Please write out exactly the lines of the data below from the line holding "step.id, ...runInput(options, test.readoutKind)" through the line holding "const th = 'px-2", and leave out the rest.

"""

// The table of a test's steps: frame thumbnail, the latest readout's figures (with pass/fail
// against the threshold in words, not colour alone), the host's rating and notes, and the
// readout's state, re-run and history.
import { READOUT_STATE_LABELS, type NoiseResults, type ReadoutDto, type RecoveryResults, type StepReadoutsDto, type TestReadoutsDto } from '@midgray/shared';
import { Button } from '../../../components/ui/button.tsx';
import { useToast } from '../../../components/ui/toast.tsx';
import { readoutImagePath, useRunStepReadout } from '../api/readouts.ts';
import { formatDb, formatNumber, formatPercent, formatStops } from '../readout-format.ts';
import { runInput, type RunOptions } from '../run-options.ts';

const when = (iso: string) => new Date(iso).toLocaleString(undefined, { dateStyle: 'medium', timeStyle: 'short' });

function Badge({ ok, yes, no }: { ok: boolean; yes: string; no: string }) {
  return <span className={`ml-1.5 rounded px-1.5 py-0.5 text-xs font-semibold ${ok ? 'bg-ok-soft text-ok' : 'bg-danger-soft text-danger'}`}>{ok ? yes : no}</span>;
}

function Thumb({ step }: { step: StepReadoutsDto }) {
  if (step.latest?.hasFrame) {
    return <img src={readoutImagePath(step.latest.id, 'frame')} alt={`Measured frame of ${step.label}`} loading="lazy" className="h-12 w-20 rounded border border-line bg-ink object-cover" />;
  }
  return <span className="inline-flex h-12 w-20 items-center justify-center rounded border border-dashed border-line-strong text-center text-[11px] leading-tight text-ink-muted">{step.frameSource ? 'not measured' : 'no frame'}</span>;
}

/** One line of a readout's parameters: region, grid, encoding, frame time. */
export function paramsLine(r: ReadoutDto): string {
  const p = r.params;
  const parts = [p.region ? `region ${(p.region.w * 100).toFixed(1)} × ${(p.region.h * 100).toFixed(1)} % at ${(p.region.x * 100).toFixed(1)}, ${(p.region.y * 100).toFixed(1)} %` : 'centre tenth'];
  if (p.grid) parts.push(`grid ${p.grid.cols} × ${p.grid.rows}`);
  parts.push(p.transfer === 'srgb' ? 'sRGB' : 'BT.709');
  if (p.frameTimeSeconds !== null) parts.push(`at ${p.frameTimeSeconds.toFixed(2)} s`);
  if (p.stride) parts.push(`every ${p.stride}th pixel`);
  return parts.join(' · ');
}

function History({ step }: { step: StepReadoutsDto }) {
  if (!step.history.length) return null;
  return (
    <details className="mt-1 text-xs">
      <summary className="cursor-pointer text-ink-soft">History ({step.history.length})</summary>
      <ol className="mt-1 flex flex-col gap-1.5">
        {step.history.map((r) => (
          <li key={r.id} className="rounded border border-line bg-paper p-1.5">
            <span className="font-semibold">{READOUT_STATE_LABELS[r.status]}</span> · {when(r.createdAt)}
            {r.requestedBy ? ` · ${r.requestedBy.name}` : ''}
            {r.id === step.latest?.id ? ' · shown' : ''}
            <br />
            <span className="text-ink-muted">
              {r.footageName ?? 'file deleted'} · {paramsLine(r)}
            </span>
            {r.results?.kind === 'noise' && <span> · SNR {formatDb(r.results.snrDb)}</span>}
            {r.results?.kind === 'recovery' && <span> · mean ΔE00 {formatNumber(r.results.meanDeltaE)}</span>}
            {r.error && <span className="block text-danger">{r.error}</span>}
            <span className="block text-ink-muted">{r.softwareVersion}</span>
          </li>
        ))}
      </ol>
    </details>
  );
}

function HostCell({ step }: { step: StepReadoutsDto }) {
  return (
    <td className="max-w-[16rem] px-2 py-2 align-top">
      {step.rating !== null ? <span className="font-semibold">{step.rating}/5</span> : <span className="text-ink-muted">not rated</span>}
      {step.observation && <span className="mt-0.5 block text-xs text-ink-soft">{step.observation}</span>}
    </td>
  );
}

function ReadoutInfo({ step, test, episodeId, options }: { step: StepReadoutsDto; test: TestReadoutsDto; episodeId: string; options: RunOptions }) {
  const rerun = useRunStepReadout(episodeId);
  const toast = useToast();
  const newest = step.history[0];
  return (
    <>
      {step.pending ? (
        <span className="font-semibold text-warn">{READOUT_STATE_LABELS[step.pending.status]}…</span>
      ) : newest?.status === 'failed' ? (
        <span className="block text-xs text-danger" role="note">
          Last run failed: {newest.error}
        </span>
      ) : step.latest ? (
        <span className="text-xs text-ink-soft">{when(step.latest.finishedAt ?? step.latest.createdAt)}</span>
      ) : (
        <span className="text-xs text-ink-muted">{step.frameSource ? `Frame: ${step.frameSource.originalName}` : 'Upload a frame on the Footage tab'}</span>
      )}
      {test.canRun && step.frameSource && (
        <Button
          variant="ghost"
          className="mt-1 !min-h-7 !px-2 !py-0.5 text-xs"
          disabled={!!step.pending || rerun.isPending}
          aria-label={`Run the readout of ${step.label} again`}
          onClick={() =>
            rerun.mutate(
              { stepId: step.id, ...runInput(options, test.readoutKind) },
              { onError: (e) => toast({ tone: 'error', title: `${step.label}: readout not started`, lines: [e.message] }) },
            )
          }
        >
          {step.latest ? 'Run again' : 'Run'}
        </Button>
      )}
      <History step={step} />
    </>
  );
}

const th = 'px-2 py-2 text-left font-semibold';
const num = 'px-2 py-2 text-right align-top tabular-nums whitespace-nowrap';

export function StepsTable({ test, episodeId, options }: { test: TestReadoutsDto; episodeId: string; options: RunOptions }) {
  const noise = test.readoutKind === 'noise';
  const { snrThresholdDb, deltaEThreshold } = test.thresholds;
  return (
    <>
      <StepCards test={test} episodeId={episodeId} options={options} />
      <div className="-mx-4 hidden overflow-x-auto px-4 md:block">
        <table className="w-full min-w-[980px] text-sm">
          <caption className="sr-only">
            {noise ? `Noise readouts per ISO step; threshold SNR ${snrThresholdDb} dB` : `Recovery readouts per stop offset; threshold mean ΔE00 ${deltaEThreshold}`}
          </caption>
          <thead className="bg-paper text-ink-soft">
            <tr>
              <th scope="col" className={th}>Step</th>
              <th scope="col" className={th}>Frame</th>
              {noise ? (
                <>
                  <th scope="col" className={`${th} text-right`}>SNR</th>
                  <th scope="col" className={`${th} text-right`} title="Standard deviation of linear luma on the region">σ luma</th>
                  <th scope="col" className={`${th} text-right`} title="√(σa*² + σb*²), CIELAB units">Chroma noise</th>
                  <th scope="col" className={`${th} text-right`} title="Mean a* and b*: +a* magenta, −a* green, +b* yellow, −b* blue">Cast a*, b*</th>
                </>
              ) : (
                <>
                  <th scope="col" className={`${th} text-right`}>Mean ΔE00</th>
                  <th scope="col" className={`${th} text-right`}>p95 / max</th>
                  <th scope="col" className={`${th} text-right`} title="Noise on the region against the reference: log2 of the σ ratio">Noise vs ref.</th>
                </>
              )}
              <th scope="col" className={`${th} text-right`}>Clipped</th>
              <th scope="col" className={`${th} text-right`}>Crushed</th>
              <th scope="col" className={th}>Host’s rating and notes</th>
              <th scope="col" className={th}>Readout</th>
            </tr>
          </thead>
          <tbody>
            {test.steps.map((s) => {
              const r = s.latest?.results ?? null;
              const n = r?.kind === 'noise' ? (r as NoiseResults) : null;
              const rec = r?.kind === 'recovery' ? (r as RecoveryResults) : null;
              return (
                <tr key={s.id} className="border-t border-line">
                  <th scope="row" className="px-2 py-2 text-left align-top font-semibold whitespace-nowrap">
                    {s.label}
                    {!noise && s.offsetStops !== null && Math.abs(s.offsetStops) < 1e-6 && <span className="block text-xs font-normal text-ink-muted">reference</span>}
                    {noise && s.offsetStops !== null && s.offsetStops !== 0 && <span className="block text-xs font-normal text-ink-muted">{formatStops(s.offsetStops)}</span>}
                  </th>
                  <td className="px-2 py-2 align-top">
                    <Thumb step={s} />
                  </td>
                  {noise ? (
                    <>
                      <td className={num}>
                        {formatDb(n?.snrDb)}
                        {n && <Badge ok={n.snrDb !== null && n.snrDb >= snrThresholdDb} yes="meets" no="below" />}
                        {n?.headline === 'patch' && <span className="block text-xs text-ink-muted">patch {n.patchIndex! + 1} of {n.grid?.patches.length}</span>}
                      </td>
                      <td className={num}>{formatNumber(n?.sigmaLinearLuma, 5)}</td>
                      <td className={num}>{formatNumber(n?.chromaNoise, 2)}</td>
                      <td className={num}>{n ? `${formatNumber(n.meanA, 2)}, ${formatNumber(n.meanB, 2)}` : '—'}</td>
                    </>
                  ) : (
                    <>
                      <td className={num}>
                        {formatNumber(rec?.meanDeltaE, 2)}
                        {rec && <Badge ok={rec.meanDeltaE <= deltaEThreshold} yes="within" no="over" />}
                      </td>
                      <td className={num}>{rec ? `${formatNumber(rec.p95DeltaE, 2)} / ${formatNumber(rec.maxDeltaE, 1)}` : '—'}</td>
                      <td className={num}>{rec?.noiseStops === null || rec?.noiseStops === undefined ? '—' : `${rec.noiseStops >= 0 ? '+' : ''}${formatNumber(rec.noiseStops, 2)} st.`}</td>
                    </>
                  )}
                  <td className={num}>{formatPercent(r?.clippedFraction)}</td>
                  <td className={num}>{formatPercent(r?.crushedFraction)}</td>
                  <HostCell step={s} />
                  <td className="min-w-[11rem] px-2 py-2 align-top">
                    <ReadoutInfo step={s} test={test} episodeId={episodeId} options={options} />
                  </td>
                </tr>
              );
            })}
          </tbody>
        </table>
      </div>
    </>
  );
}

/** Phones: one card per step with the same figures, the host's verdict and the readout actions. */
function StepCards({ test, episodeId, options }: { test: TestReadoutsDto; episodeId: string; options: RunOptions }) {
  const noise = test.readoutKind === 'noise';
  const { snrThresholdDb, deltaEThreshold } = test.thresholds;
  return (
    <ul className="flex flex-col gap-3 md:hidden" aria-label="Steps">
      {test.steps.map((s) => {
        const r = s.latest?.results ?? null;
        const n = r?.kind === 'noise' ? (r as NoiseResults) : null;
        const rec = r?.kind === 'recovery' ? (r as RecoveryResults) : null;
        const figures: [string, string][] = noise
          ? [
              ['σ luma', formatNumber(n?.sigmaLinearLuma, 5)],
              ['Chroma noise', formatNumber(n?.chromaNoise, 2)],
              ['Cast a*, b*', n ? `${formatNumber(n.meanA, 2)}, ${formatNumber(n.meanB, 2)}` : '—'],
            ]
          : [
              ['p95 / max', rec ? `${formatNumber(rec.p95DeltaE, 2)} / ${formatNumber(rec.maxDeltaE, 1)}` : '—'],
              ['Noise vs ref.', rec?.noiseStops === null || rec?.noiseStops === undefined ? '—' : `${rec.noiseStops >= 0 ? '+' : ''}${formatNumber(rec.noiseStops, 2)} stops`],
            ];
        figures.push(['Clipped', formatPercent(r?.clippedFraction)], ['Crushed', formatPercent(r?.crushedFraction)]);
        return (
          <li key={s.id} className="rounded-md border border-line p-3">
            <div className="flex items-start gap-3">
              <Thumb step={s} />
              <div className="min-w-0 flex-1">
                <p className="font-semibold">{s.label}</p>
                <p className="text-sm">
                  {noise ? (
                    <>
                      SNR {formatDb(n?.snrDb)}
                      {n && <Badge ok={n.snrDb !== null && n.snrDb >= snrThresholdDb} yes="meets" no="below" />}
                    </>
                  ) : (
                    <>
                      Mean ΔE00 {formatNumber(rec?.meanDeltaE, 2)}
                      {rec && <Badge ok={rec.meanDeltaE <= deltaEThreshold} yes="within" no="over" />}
                    </>
                  )}
                </p>
              </div>
            </div>
            <dl className="mt-2 grid grid-cols-2 gap-x-3 gap-y-0.5 text-xs">
              {figures.map(([k, v]) => (
                <div key={k} className="contents">
                  <dt className="text-ink-muted">{k}</dt>
                  <dd className="text-right tabular-nums">{v}</dd>
                </div>
              ))}
            </dl>
            <p className="mt-2 text-xs">
              <span className="text-ink-muted">Host: </span>
              {s.rating !== null ? <span className="font-semibold">{s.rating}/5</span> : 'not rated'}
              {s.observation && <span className="text-ink-soft"> · {s.observation}</span>}
            </p>
            <div className="mt-1">
              <ReadoutInfo step={s} test={test} episodeId={episodeId} options={options} />
            </div>
          </li>
        );
      })}
    </ul>
  );
}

"""

= SOLUTION TO THE PROBLEM =
              { stepId: step.id, ...runInput(options, test.readoutKind) },
              { onError: (e) => toast({ tone: 'error', title: `${step.label}: readout not started`, lines: [e.message] }) },
            )
          }
        >
          {step.latest ? 'Run again' : 'Run'}
        </Button>
      )}
      <History step={step} />
    </>
  );
}

const th = 'px-2 py-2 text-left font-semibold';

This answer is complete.